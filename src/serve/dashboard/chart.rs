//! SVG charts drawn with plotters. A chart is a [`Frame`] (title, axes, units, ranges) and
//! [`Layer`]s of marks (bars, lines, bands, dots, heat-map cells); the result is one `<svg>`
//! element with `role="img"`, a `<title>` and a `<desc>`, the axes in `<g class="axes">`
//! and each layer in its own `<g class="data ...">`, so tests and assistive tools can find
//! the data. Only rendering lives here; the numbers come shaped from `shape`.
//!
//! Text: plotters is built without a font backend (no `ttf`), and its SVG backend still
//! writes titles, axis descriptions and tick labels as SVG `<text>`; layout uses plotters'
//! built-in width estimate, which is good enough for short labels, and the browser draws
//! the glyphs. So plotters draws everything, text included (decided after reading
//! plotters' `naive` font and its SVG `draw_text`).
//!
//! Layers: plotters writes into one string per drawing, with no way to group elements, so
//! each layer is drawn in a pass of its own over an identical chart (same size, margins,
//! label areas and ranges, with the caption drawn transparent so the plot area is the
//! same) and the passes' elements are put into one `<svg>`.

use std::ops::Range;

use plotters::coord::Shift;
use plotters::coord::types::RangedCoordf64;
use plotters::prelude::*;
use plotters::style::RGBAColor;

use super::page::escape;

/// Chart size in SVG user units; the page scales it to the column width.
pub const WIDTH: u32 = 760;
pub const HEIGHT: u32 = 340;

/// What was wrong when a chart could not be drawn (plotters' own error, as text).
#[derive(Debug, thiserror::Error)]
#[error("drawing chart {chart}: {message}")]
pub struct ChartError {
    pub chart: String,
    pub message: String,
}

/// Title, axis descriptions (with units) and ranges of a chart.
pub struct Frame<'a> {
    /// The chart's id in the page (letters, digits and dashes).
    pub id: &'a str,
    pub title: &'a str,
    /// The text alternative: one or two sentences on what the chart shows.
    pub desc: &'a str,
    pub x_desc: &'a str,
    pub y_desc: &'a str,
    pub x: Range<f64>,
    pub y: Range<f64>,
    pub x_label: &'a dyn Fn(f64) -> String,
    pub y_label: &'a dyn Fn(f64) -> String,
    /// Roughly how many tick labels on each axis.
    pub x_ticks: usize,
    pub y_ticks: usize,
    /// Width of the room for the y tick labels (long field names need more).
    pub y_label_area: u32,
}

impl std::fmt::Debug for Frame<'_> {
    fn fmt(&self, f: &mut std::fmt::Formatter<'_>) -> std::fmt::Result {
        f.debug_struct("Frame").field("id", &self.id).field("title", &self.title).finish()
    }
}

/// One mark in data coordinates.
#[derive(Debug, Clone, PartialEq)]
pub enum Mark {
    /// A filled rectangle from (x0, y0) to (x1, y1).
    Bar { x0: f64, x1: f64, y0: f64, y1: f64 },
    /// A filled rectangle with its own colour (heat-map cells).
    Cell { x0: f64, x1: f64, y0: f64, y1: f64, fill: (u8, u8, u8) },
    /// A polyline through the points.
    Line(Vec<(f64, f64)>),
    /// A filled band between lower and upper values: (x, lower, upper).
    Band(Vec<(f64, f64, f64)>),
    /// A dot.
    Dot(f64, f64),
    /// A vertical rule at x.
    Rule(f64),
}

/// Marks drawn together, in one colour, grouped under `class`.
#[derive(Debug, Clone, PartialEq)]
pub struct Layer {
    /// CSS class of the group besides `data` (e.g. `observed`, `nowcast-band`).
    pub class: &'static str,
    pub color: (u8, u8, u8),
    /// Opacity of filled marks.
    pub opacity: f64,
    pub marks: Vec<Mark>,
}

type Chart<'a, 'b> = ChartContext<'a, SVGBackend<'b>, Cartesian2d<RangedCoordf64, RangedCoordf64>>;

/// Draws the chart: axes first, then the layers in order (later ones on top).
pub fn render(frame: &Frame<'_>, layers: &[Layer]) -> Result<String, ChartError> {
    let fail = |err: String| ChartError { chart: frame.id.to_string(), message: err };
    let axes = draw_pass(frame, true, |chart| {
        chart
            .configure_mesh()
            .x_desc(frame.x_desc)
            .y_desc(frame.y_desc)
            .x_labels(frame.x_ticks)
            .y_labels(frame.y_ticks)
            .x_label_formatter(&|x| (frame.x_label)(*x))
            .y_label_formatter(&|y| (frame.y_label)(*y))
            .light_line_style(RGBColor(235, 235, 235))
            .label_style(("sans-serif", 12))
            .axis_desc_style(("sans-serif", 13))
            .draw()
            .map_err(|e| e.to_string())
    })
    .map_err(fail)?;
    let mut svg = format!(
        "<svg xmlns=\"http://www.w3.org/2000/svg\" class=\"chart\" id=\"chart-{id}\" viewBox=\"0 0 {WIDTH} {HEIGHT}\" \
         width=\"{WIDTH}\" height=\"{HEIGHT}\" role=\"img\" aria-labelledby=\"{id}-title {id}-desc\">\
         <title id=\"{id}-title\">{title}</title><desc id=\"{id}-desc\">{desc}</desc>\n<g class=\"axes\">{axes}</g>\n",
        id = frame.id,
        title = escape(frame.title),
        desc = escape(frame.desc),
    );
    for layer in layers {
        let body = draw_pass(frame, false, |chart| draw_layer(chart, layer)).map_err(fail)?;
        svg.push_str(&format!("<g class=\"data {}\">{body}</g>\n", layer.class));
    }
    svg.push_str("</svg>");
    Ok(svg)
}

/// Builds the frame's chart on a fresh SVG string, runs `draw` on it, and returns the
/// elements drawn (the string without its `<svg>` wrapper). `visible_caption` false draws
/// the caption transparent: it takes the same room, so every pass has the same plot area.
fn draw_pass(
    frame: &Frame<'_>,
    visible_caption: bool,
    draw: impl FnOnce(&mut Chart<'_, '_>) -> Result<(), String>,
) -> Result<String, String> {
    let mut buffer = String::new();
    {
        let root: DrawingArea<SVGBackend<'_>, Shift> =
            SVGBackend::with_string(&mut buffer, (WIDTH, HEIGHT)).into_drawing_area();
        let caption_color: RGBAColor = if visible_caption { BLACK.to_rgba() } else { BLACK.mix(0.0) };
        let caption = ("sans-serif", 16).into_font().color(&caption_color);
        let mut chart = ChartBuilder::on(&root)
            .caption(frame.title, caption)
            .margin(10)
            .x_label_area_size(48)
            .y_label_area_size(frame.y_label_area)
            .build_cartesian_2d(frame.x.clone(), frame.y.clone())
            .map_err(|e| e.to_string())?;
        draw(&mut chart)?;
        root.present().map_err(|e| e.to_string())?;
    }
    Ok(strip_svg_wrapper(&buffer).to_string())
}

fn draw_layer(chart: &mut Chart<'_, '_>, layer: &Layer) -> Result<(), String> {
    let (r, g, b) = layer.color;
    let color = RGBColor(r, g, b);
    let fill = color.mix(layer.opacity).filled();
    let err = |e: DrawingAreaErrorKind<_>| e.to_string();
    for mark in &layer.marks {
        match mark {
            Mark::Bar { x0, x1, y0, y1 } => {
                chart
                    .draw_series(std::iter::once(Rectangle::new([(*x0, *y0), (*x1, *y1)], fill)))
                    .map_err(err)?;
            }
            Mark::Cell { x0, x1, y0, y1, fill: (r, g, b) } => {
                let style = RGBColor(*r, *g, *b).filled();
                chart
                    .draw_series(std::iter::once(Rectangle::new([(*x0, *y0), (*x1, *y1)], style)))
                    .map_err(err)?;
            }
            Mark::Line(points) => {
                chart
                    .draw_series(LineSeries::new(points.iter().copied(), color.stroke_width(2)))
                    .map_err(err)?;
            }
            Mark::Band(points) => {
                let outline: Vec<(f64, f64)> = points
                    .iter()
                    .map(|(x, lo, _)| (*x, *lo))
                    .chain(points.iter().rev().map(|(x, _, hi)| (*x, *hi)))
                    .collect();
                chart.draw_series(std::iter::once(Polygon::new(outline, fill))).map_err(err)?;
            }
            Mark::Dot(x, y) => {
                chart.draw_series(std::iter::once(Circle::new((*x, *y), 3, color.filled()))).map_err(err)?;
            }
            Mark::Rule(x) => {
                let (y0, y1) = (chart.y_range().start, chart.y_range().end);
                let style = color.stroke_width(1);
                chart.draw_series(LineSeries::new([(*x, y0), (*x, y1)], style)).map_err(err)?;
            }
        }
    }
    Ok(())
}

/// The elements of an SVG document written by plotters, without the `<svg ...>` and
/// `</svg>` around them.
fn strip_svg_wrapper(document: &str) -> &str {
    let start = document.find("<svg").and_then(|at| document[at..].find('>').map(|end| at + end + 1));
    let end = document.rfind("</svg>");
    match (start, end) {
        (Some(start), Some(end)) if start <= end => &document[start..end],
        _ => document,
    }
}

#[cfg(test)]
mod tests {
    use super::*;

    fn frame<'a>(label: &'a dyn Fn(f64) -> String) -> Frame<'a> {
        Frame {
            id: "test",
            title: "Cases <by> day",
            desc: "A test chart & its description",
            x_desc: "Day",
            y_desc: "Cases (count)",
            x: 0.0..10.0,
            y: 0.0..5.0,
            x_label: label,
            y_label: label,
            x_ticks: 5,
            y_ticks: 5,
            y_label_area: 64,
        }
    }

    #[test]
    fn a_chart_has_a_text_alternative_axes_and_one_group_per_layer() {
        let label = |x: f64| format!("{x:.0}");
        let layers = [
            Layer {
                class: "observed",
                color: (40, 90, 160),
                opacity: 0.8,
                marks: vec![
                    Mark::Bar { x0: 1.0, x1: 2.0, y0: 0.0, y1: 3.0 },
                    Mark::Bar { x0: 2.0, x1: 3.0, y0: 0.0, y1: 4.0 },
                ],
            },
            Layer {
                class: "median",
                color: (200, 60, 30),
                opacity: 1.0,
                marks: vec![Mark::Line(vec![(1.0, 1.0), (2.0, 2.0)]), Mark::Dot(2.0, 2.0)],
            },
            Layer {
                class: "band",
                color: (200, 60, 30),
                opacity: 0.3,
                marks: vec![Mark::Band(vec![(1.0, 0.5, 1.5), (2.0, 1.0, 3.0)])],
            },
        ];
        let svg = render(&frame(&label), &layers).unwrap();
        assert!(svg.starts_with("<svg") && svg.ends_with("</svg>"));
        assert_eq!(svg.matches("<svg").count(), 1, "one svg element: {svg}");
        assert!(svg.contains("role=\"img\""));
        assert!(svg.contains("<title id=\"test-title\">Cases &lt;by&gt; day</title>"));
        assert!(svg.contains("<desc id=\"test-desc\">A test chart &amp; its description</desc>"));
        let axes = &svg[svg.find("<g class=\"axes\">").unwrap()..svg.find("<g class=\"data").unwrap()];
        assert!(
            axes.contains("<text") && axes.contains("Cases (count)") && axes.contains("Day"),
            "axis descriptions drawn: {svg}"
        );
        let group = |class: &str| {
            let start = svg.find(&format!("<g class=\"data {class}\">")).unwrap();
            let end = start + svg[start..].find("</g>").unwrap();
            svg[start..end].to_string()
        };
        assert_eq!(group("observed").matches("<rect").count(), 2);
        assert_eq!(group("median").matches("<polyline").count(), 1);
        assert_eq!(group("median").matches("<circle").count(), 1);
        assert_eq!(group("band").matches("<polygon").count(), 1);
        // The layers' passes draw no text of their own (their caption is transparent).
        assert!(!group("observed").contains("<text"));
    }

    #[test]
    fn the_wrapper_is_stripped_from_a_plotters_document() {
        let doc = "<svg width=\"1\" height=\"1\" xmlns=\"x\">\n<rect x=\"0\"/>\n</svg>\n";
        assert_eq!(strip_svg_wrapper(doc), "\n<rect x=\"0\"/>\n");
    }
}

================================

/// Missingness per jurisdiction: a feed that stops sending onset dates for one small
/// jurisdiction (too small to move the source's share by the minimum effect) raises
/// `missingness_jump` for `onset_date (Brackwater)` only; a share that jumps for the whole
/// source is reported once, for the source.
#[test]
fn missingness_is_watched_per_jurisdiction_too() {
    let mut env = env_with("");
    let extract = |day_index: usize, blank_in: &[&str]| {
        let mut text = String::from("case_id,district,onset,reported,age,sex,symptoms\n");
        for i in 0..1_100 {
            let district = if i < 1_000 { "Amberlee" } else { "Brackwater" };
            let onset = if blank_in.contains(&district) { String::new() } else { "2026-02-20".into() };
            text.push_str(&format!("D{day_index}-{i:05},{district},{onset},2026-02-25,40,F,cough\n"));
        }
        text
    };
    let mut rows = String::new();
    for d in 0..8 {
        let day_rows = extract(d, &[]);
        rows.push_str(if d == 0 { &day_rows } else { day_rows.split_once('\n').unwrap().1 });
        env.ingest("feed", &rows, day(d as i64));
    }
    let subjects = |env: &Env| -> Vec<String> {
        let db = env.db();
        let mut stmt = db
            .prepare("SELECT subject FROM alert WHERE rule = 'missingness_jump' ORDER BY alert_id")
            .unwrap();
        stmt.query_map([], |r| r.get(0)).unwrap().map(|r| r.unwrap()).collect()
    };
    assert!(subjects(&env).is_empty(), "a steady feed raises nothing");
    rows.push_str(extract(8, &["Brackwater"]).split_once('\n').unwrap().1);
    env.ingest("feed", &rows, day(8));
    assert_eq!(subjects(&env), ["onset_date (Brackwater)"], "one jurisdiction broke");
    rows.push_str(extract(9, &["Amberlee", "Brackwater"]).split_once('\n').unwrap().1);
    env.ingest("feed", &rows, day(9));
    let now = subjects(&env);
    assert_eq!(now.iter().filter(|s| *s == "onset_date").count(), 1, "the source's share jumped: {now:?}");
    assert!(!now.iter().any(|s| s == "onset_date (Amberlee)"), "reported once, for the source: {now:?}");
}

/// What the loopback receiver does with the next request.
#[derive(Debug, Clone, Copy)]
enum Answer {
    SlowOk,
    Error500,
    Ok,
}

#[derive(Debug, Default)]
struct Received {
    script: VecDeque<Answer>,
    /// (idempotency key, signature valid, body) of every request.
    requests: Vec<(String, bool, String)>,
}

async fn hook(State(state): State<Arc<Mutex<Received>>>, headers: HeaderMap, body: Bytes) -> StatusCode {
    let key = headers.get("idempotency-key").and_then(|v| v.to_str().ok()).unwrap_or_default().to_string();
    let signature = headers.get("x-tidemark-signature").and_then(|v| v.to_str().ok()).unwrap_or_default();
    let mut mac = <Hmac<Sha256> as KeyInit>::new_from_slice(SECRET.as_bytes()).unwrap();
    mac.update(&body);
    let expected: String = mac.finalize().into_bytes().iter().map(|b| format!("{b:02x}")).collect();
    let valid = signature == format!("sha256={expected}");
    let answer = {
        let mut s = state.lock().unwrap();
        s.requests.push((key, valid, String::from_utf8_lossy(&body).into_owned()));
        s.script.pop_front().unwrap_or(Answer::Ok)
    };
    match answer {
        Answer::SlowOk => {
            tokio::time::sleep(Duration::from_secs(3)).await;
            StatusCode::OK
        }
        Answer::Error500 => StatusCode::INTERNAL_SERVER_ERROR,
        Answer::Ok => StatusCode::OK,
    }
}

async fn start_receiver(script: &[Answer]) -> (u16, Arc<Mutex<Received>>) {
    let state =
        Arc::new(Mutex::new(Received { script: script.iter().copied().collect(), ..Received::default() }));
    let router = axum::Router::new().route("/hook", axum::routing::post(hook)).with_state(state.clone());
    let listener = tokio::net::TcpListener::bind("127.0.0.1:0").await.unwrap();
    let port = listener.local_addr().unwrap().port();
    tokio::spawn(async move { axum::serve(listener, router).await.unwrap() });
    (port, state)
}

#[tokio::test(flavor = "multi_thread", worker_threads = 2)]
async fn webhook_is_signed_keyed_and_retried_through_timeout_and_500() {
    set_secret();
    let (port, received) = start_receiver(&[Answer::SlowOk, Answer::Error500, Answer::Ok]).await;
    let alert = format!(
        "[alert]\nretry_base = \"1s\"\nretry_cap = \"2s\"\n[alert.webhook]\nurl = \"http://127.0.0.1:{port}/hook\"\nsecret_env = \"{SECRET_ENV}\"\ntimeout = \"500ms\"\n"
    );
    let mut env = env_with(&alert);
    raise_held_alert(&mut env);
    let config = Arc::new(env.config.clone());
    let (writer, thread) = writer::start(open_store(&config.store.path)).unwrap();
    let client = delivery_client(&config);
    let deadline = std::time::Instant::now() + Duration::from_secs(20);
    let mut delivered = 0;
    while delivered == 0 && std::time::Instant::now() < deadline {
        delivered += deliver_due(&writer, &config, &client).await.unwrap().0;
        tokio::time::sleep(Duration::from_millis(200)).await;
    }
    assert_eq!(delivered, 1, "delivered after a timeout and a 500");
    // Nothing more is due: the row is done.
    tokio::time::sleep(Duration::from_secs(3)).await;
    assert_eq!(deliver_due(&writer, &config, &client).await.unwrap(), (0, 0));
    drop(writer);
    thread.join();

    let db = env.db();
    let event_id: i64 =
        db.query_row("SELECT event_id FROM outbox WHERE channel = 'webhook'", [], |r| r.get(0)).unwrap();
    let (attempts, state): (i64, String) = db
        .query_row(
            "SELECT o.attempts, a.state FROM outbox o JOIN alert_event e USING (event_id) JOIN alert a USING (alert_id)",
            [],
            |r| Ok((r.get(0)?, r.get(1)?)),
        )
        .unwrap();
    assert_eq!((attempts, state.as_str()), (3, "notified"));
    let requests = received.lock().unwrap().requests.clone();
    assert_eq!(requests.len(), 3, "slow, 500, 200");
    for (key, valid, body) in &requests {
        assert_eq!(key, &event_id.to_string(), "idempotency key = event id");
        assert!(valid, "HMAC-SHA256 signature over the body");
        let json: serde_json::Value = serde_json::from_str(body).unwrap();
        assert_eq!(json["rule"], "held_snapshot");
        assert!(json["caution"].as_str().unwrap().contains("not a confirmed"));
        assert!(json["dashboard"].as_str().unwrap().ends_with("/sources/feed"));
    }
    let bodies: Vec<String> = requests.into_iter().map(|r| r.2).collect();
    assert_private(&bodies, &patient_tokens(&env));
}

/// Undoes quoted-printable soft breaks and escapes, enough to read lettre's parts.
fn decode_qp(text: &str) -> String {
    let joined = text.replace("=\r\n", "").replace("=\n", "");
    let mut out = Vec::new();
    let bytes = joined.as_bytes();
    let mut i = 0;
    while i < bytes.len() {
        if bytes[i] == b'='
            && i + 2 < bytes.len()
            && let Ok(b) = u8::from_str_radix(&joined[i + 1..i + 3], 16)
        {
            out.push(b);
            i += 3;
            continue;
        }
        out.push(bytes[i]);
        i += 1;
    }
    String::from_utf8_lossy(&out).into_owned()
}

================================

◆ THE PROBLEM
When you reach the line holding "to (x1, y1)." in the records above, begin reproducing exactly, stop after the line holding "of filled marks.", and output nothing else.

◆ TASK SOLUTION
    /// A filled rectangle from (x0, y0) to (x1, y1).
    Bar { x0: f64, x1: f64, y0: f64, y1: f64 },
    /// A filled rectangle with its own colour (heat-map cells).
    Cell { x0: f64, x1: f64, y0: f64, y1: f64, fill: (u8, u8, u8) },
    /// A polyline through the points.
    Line(Vec<(f64, f64)>),
    /// A filled band between lower and upper values: (x, lower, upper).
    Band(Vec<(f64, f64, f64)>),
    /// A dot.
    Dot(f64, f64),
    /// A vertical rule at x.
    Rule(f64),
}

/// Marks drawn together, in one colour, grouped under `class`.
#[derive(Debug, Clone, PartialEq)]
pub struct Layer {
    /// CSS class of the group besides `data` (e.g. `observed`, `nowcast-band`).
    pub class: &'static str,
    pub color: (u8, u8, u8),
    /// Opacity of filled marks.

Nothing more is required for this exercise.